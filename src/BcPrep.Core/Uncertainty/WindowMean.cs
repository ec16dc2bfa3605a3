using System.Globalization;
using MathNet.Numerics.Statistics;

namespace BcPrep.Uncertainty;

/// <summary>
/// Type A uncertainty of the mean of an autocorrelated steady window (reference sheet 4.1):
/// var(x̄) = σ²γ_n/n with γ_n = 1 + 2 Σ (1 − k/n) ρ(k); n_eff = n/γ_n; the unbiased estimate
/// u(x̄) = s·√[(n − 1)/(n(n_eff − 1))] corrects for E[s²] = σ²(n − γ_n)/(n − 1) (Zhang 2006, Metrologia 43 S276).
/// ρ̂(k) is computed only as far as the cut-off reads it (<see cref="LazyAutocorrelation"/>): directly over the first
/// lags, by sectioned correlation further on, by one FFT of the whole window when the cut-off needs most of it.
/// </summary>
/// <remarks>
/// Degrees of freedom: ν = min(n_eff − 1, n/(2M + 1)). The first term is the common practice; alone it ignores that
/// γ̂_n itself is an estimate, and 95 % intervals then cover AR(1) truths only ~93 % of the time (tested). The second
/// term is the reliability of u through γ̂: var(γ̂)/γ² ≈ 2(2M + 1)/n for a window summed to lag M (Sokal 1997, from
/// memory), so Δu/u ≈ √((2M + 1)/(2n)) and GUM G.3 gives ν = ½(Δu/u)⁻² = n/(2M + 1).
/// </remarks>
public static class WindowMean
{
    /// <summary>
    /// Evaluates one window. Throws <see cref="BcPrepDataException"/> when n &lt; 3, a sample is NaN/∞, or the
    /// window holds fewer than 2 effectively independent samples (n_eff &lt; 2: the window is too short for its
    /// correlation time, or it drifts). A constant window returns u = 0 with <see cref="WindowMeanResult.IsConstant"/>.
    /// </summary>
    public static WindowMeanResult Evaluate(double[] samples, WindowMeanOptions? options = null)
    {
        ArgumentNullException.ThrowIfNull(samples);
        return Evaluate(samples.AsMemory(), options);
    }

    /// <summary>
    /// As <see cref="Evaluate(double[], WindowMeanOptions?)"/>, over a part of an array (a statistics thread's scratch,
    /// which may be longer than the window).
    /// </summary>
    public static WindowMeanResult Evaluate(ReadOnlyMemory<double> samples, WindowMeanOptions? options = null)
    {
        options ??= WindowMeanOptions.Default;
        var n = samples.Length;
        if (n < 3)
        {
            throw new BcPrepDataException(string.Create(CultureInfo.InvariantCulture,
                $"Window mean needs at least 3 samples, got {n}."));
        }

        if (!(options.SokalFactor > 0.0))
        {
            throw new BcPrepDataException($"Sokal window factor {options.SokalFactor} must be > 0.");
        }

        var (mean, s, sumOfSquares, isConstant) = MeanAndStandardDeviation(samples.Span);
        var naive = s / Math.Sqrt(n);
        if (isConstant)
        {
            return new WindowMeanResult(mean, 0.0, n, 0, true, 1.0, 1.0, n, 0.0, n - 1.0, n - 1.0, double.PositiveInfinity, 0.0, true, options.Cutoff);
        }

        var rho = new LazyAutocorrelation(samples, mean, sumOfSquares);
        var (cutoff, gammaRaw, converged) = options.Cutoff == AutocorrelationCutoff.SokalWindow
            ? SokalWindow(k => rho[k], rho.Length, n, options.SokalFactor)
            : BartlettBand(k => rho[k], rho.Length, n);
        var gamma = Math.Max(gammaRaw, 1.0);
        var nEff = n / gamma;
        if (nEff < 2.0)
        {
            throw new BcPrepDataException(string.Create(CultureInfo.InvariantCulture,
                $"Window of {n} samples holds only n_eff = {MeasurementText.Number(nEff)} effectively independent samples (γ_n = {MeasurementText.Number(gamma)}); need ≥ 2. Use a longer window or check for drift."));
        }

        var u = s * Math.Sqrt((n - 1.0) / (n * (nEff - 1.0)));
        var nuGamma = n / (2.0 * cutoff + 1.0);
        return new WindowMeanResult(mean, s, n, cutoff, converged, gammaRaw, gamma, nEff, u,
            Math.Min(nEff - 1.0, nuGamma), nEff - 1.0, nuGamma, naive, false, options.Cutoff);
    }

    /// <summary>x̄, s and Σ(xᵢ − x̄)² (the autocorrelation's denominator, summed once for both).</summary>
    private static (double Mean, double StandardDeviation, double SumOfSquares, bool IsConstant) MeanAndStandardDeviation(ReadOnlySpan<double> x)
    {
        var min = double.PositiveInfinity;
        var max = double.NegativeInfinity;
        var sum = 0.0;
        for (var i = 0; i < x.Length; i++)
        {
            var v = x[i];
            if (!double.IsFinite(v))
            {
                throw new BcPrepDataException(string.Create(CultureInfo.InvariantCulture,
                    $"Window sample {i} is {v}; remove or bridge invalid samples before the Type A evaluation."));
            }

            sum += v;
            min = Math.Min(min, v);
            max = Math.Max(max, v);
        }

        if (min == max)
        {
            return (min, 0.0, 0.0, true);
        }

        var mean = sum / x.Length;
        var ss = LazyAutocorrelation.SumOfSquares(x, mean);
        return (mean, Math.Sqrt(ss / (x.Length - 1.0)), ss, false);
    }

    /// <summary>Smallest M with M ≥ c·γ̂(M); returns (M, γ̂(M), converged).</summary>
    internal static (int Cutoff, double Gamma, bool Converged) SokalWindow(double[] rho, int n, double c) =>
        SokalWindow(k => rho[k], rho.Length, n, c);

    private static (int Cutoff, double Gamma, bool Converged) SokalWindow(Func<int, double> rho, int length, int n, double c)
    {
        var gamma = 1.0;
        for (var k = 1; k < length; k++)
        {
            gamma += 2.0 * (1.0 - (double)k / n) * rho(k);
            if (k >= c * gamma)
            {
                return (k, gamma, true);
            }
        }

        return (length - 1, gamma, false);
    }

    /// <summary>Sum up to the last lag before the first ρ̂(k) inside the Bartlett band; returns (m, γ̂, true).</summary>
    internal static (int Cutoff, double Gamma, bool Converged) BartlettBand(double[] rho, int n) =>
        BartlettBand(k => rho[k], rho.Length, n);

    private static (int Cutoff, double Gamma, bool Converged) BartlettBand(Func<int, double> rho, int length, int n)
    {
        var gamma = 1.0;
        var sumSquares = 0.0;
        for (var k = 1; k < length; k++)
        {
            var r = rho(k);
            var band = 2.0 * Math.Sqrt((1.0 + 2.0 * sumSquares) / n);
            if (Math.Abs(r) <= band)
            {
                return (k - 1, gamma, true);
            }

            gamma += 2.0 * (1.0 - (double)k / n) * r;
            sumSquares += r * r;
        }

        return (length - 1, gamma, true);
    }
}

——

Beginning with the first line above, could you copy every line exactly, up to and including the one with "the unbiased estimate"?

**Output:**
filename src/BcPrep.Core/Uncertainty/WindowMean.cs
repository ec16dc2bfa3605a3
using System.Globalization;
using MathNet.Numerics.Statistics;

namespace BcPrep.Uncertainty;

/// <summary>
/// Type A uncertainty of the mean of an autocorrelated steady window (reference sheet 4.1):
/// var(x̄) = σ²γ_n/n with γ_n = 1 + 2 Σ (1 − k/n) ρ(k); n_eff = n/γ_n; the unbiased estimate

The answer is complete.